In the Unix market, the emergence of Linux will drive the operating systems market to consolidate to the three major variants — IBM AIX, Sun Solaris and HP-UX, says Gartner Inc.
Gartner hardware analyst Matthew Boon told an audience of about 80 people in Auckland last week that a “significant proportion” of server revenue will be on Linux by 2006.
“However, it won’t be taking a lot of market share away from Unix. The main threat will be to low-end Windows, particularly edge of the network. By 2006 we’ll start to see some mid-range and even enterprise deployments of Linux.”
Boon thinks Linux will be Unix’s savior; Windows would otherwise take over the market totally.
“Linux will hold Windows at bay and there will be enough room for the other three. Windows will grow but not as significantly as it would have if Linux hadn’t been around.”
Boon says a Gartner survey two years ago asked users if they thought Linux had the same capabilities as other mainstream operating systems. Positive responses were very low. This year 40 percent of responses said Linux has the same capabilities.

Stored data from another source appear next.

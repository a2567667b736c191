import { existsSync, readFileSync, writeFileSync } from "node:fs";
import { join } from "node:path";
import { describe, expect, it } from "vitest";
import { cli, gaussian, tempDir } from "../helpers.js";

/**
 * Hostile and odd numbers: every one is exit 2 with one line naming the option or the data, never Infinity,
 * NaN or a zero printed as a result with exit 0, and never a message that contradicts itself.
 */
const PROFILE = "samples/profiles/kb210-controller.json";

describe("no figures from no data, no message that contradicts itself", () => {
  it("--scale outside 1e-12..1e12 is refused (1e200 gave NaN results with exit 0, 1e308 a RECORD_TOO_SHORT of a long record)", async () => {
    for (const k of ["1e308", "1e200", "-1e13", "1e-13", "0"]) {
      const r = await cli("psd", "samples/kb210-run-short.wav", "--scale", k);
      expect(r.code, k).toBe(2);
      expect(r.stderr, k).toMatch(
        /option --scale: expected a number K with 1e-12 <= \|K\| <= 1e12.*\[OPTION_INVALID\]/,
      );
    }
    expect((await cli("psd", "samples/kb210-run-short.wav", "--scale", "1e12", "--json")).code).toBe(0);
  });

  it("every segment holding a NaN: RECORD_TOO_SHORT says so, not that a long record is short", async () => {
    const d = tempDir();
    writeFileSync(
      join(d, "nan.csv"),
      `time,az [g]\n${Array.from({ length: 10240 }, (_, i) => `${(i / 1024).toFixed(6)},${i % 500 === 0 ? "nan" : "0.1"}`).join("\n")}\n`,
    );
    const r = await cli("psd", join(d, "nan.csv"));
    expect(r.code).toBe(2);
    expect(r.stderr).toMatch(
      /expected at least one segment of 4096 samples free of NaN and infinite values, received 10240 samples, 21 of them NaN or infinite, in every segment \[RECORD_TOO_SHORT\]/,
    );
  });

  it("ride on an all-NaN recording is refused, not 'A(8) 0 m/s², below the action value'", async () => {
    const d = tempDir();
    writeFileSync(
      join(d, "nan.csv"),
      `time,x [m/s2],y [m/s2],z [m/s2]\n${Array.from({ length: 6000 }, (_, i) => `${(i / 400).toFixed(4)},nan,nan,nan`).join("\n")}\n`,
    );
    const r = await cli("ride", join(d, "nan.csv"), "--axes", "x=x,y=y,z=z", "--exposure", "8h");
    expect(r.code).toBe(2);
    expect(r.stdout).toBe("");
    expect(r.stderr).toMatch(
      /\(x\): expected finite samples to weight, received 6000 samples, all of them NaN or infinite \[RECORD_TOO_SHORT\]/,
    );
  });

  it("respond: an exposure or stress so large that a figure overflows names its option (was Infinity, exit 0)", async () => {
    const dur = await cli("respond", PROFILE, "--fn", "10:1000:10", "--q", "10", "--duration", "1e308");
    expect(dur.code).toBe(2);
    expect(dur.stderr).toMatch(
      /option --duration: expected an exposure for which the largest peak is a finite number.*\[OPTION_INVALID\]/,
    );
    const k = await cli("respond", PROFILE, "--fn", "10:1000:10", "--q", "10", "--stress-per-metre", "1e300");
    expect(k.code).toBe(2);
    expect(k.stderr).toMatch(/option --stress-per-metre: .*damage Infinity.*\[OPTION_INVALID\]/);
    expect(`${dur.stdout}${k.stdout}`).not.toMatch(/Infinity|NaN/);
  });

  it("synth: a duration under 2 samples and an output that is neither .wav nor .csv are refused, nothing written", async () => {
    const d = tempDir();
    const short = await cli("synth", "-p", PROFILE, "--rate", "5120", "--duration", "1e-6", "--out", join(d, "s.wav"));
    expect(short.code).toBe(2);
    expect(short.stderr).toMatch(
      /option --duration: expected a duration of at least 2 samples at the rate, received 0\.000001 s x 5120 Hz = 0 samples \[OPTION_INVALID\]/,
    );
    expect(existsSync(join(d, "s.wav"))).toBe(false);
    const txt = await cli("synth", "-p", PROFILE, "--rate", "5120", "--duration", "2", "--out", join(d, "x.txt"));
    expect(txt.code).toBe(2);
    expect(txt.stderr).toMatch(/option --out: expected a file name ending \.wav or \.csv.*\[OUTPUT_FORMAT\]/);
    expect(existsSync(join(d, "x.txt"))).toBe(false);
  });

  it("a WAV whose fmt chunk claims more bytes than the file holds says so (was 'at least 16 bytes, received 16 bytes')", async () => {
    const d = tempDir();
    const b = Buffer.alloc(12 + 8 + 16);
    b.write("RIFF", 0, "ascii");
    b.writeUInt32LE(b.length - 8, 4);
    b.write("WAVE", 8, "ascii");
    b.write("fmt ", 12, "ascii");
    b.writeUInt32LE(20, 16);
    b.writeUInt16LE(1, 20);
    writeFileSync(join(d, "cut.wav"), b);
    const r = await cli("psd", join(d, "cut.wav"));
    expect(r.code).toBe(2);
    expect(r.stderr).toMatch(
      /chunk 'fmt ': expected the 20 bytes its chunk header gives, received 16 bytes before the file ends \[WAV_BAD_FMT\]/,
    );
  });
  it("check on a dead channel: the NO_SIGNAL doubt is the answer, no RMS of -Infinity dB, excursion or Parseval NaN", async () => {
    const d = tempDir();
    writeFileSync(
      join(d, "dead.csv"),
      `time,az [g]\n${Array.from({ length: 2048 * 30 }, (_, i) => `${(i / 2048).toFixed(6)},0.5`).join("\n")}\n`,
    );
    const r = await cli("check", join(d, "dead.csv"), "-p", PROFILE);
    expect(r.code).toBe(3);
    expect(r.stdout).toMatch(/because {4}no signal: all 61440 finite sample\(s\) hold the one value 0\.5/);
    const channel = r.stdout.slice(r.stdout.indexOf('channel 1 "az"'), r.stdout.indexOf("RULE:"));
    expect(channel.trim().split("\n")).toHaveLength(2);
    expect(r.stdout).not.toMatch(/Infinity|NaN|within what chance explains|excursions|Parseval {3}|failure was shown/);
    const j = JSON.parse((await cli("check", join(d, "dead.csv"), "-p", PROFILE, "--json")).stdout);
    expect(j.verdict).toBe("inconclusive");
    expect(j.channels[0].findings.map((f: { code: string }) => f.code)).toEqual(["NO_SIGNAL"]);
    // Nothing of the dead channel is shown outside its band in the JSON either (a reader counting shown lines).
    expect(JSON.stringify(j.channels[0])).not.toMatch(/"shown":true|"beyondOuter":true/);
    const html = join(d, "dead.html");
    expect((await cli("check", join(d, "dead.csv"), "-p", PROFILE, "--report", html)).code).toBe(3);
    const page = readFileSync(html, "utf8");
    expect(page).not.toMatch(/Infinity|NaN|No line lies outside/);
    expect(page).toContain("None judged: the channel has no signal.");
  });

  it("psd on a dead channel: the NO_SIGNAL doubt, and no Parseval ratio, crest factor or kurtosis of 0 / 0 (text and page)", async () => {
    const d = tempDir();
    writeFileSync(
      join(d, "dead.csv"),
      `time,az [g]\n${Array.from({ length: 2048 * 30 }, (_, i) => `${(i / 2048).toFixed(6)},0.5`).join("\n")}\n`,
    );
    const html = join(d, "dead-psd.html");
    const r = await cli("psd", join(d, "dead.csv"), "--report", html);
    expect(r.code, r.stderr).toBe(0);
    expect(r.stdout).toMatch(/DOUBT {6}no signal: all 61440 finite sample\(s\) hold the one value 0\.5/);
    expect(r.stdout).not.toMatch(/NaN|Parseval|crest factor|kurtosis/);
    expect(readFileSync(html, "utf8")).not.toMatch(/NaN|Parseval ratio|Crest factor/);
  });

  it("transfer with a dead output channel is NO_VIBRATION naming the file and the channel (was 'NaN % of the mean square')", async () => {
    const d = tempDir();
    const x = gaussian(2048 * 10, 5, 1);
    writeFileSync(
      join(d, "deadout.csv"),
      `time,in [g],out [g]\n${Array.from(x, (v, i) => `${(i / 2048).toFixed(6)},${v.toFixed(5)},0.25`).join("\n")}\n`,
    );
    const r = await cli("transfer", join(d, "deadout.csv"), "--in", "in");
    expect(r.code).toBe(2);
    expect(r.stdout).toBe("");
    expect(r.stderr).toMatch(
      /deadout\.csv: expected vibration on the output channel "out", received a PSD of zero at every line \(a channel that is all zero or constant\) \[NO_VIBRATION\] \(hint: leave it out with --output-channel\)/,
    );
  });

  it("ride on a window shorter than the filters' settling is refused naming --to (was an a_w, A(8) and NaN MTVV from 0.1 s)", async () => {
    const base = ["samples/marlow-uv3-ride.wav", "--units", "m/s2", "--scale", "40", "--axes", "x=1,y=2,z=3"];
    const r = await cli("ride", ...base, "--exposure", "8h", "--from", "100", "--to", "100.1");
    expect(r.code).toBe(2);
    expect(r.stdout).toBe("");
    expect(r.stderr).toMatch(
      /marlow-uv3-ride\.wav: option --to: expected an analysed window of at least 5 s \(the weighting filters settle over 5 s; the running r\.m\.s\. integrates over 1 s\), received 0\.1 s \[RECORD_TOO_SHORT\]/,
    );
    const long = await cli("ride", ...base, "--from", "100", "--to", "130", "--running-rms", "40");
    expect(long.code).toBe(2);
    expect(long.stderr).toMatch(/at least 40 s .*received 30 s \[RECORD_TOO_SHORT\] \(hint: a shorter --running-rms\)/);
    expect((await cli("ride", ...base, "--from", "100", "--to", "105")).code).toBe(0);
  });

  it("respond: a damage that underflows to 0 on a quiet record with a large Basquin exponent names --basquin (was 0.000e+0)", async () => {
    const d = tempDir();
    const x = gaussian(4096 * 20, 2, 1e-6);
    writeFileSync(
      join(d, "quiet.csv"),
      `time,az [g]\n${Array.from(x, (v, i) => `${(i / 4096).toFixed(6)},${v.toExponential(4)}`).join("\n")}\n`,
    );
    const r = await cli("respond", join(d, "quiet.csv"), "--fn", "100:2000:3", "--q", "10", "--basquin", "30");
    expect(r.code).toBe(2);
    expect(r.stdout).toBe("");
    expect(r.stderr).toMatch(
      /option --basquin: expected a Basquin exponent with which the damage is a number a double holds \(above 2\.2e-308\), received b 30: the (record's )?damage at ([\d.]+) Hz is [\de.+-]+ \(the response there, in metres, to the power b underflows\) \[OPTION_INVALID\] \(hint: a smaller b, or natural frequencies that stop below \2 Hz \(--fn\)\)/,
    );
    expect((await cli("respond", join(d, "quiet.csv"), "--fn", "100:2000:3", "--q", "10", "--basquin", "4")).code).toBe(
      0,
    );
  });
  it("check of a record whose Nyquist frequency lies below the profile's first frequency is refused (was 'RMS 0 g measured, 0 g required: NaN dB', exit 3)", async () => {
    const d = tempDir();
    // 120 s at 32 Hz: Nyquist 16 Hz, below the KB-210 profile's 20 Hz, so the record shows none of its range.
    const x = gaussian(3840, 7);
    writeFileSync(
      join(d, "slow.csv"),
      `time,az [g]\n${Array.from(x, (v, i) => `${(i / 32).toFixed(5)},${v.toFixed(6)}`).join("\n")}\n`,
    );
    const r = await cli("check", join(d, "slow.csv"), "--profile", PROFILE);
    expect(r.code).toBe(2);
    expect(r.stderr).toMatch(
      /slow\.csv: expected a sample rate above 40 Hz \(twice the profile's first frequency, 20 Hz\), received 32 Hz \[CHECK_RATE_TOO_LOW\]/,
    );
    expect(r.stdout).not.toMatch(/NaN|Infinity/);
  });
});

The downside for Linux is that while it will challenge Windows at the low end, future releases of Windows .Net will start to impede Linux’s gains in the enterprise, says Boon.
On the hardware side, a shift is likely towards a modular component-style architecture for servers. “Look at server blades (a server on a card), which are just at the top of the hype curve now but will become generally accepted over the next 24 months,” says Boon.
The future of servers is as an on-demand virtual resource utility, according to Gartner.
“This will be the next push from vendors; servers will become a utility such as power or water. It’s quite a way to go but it’s technology that vendors are striving to offer moving down the track.”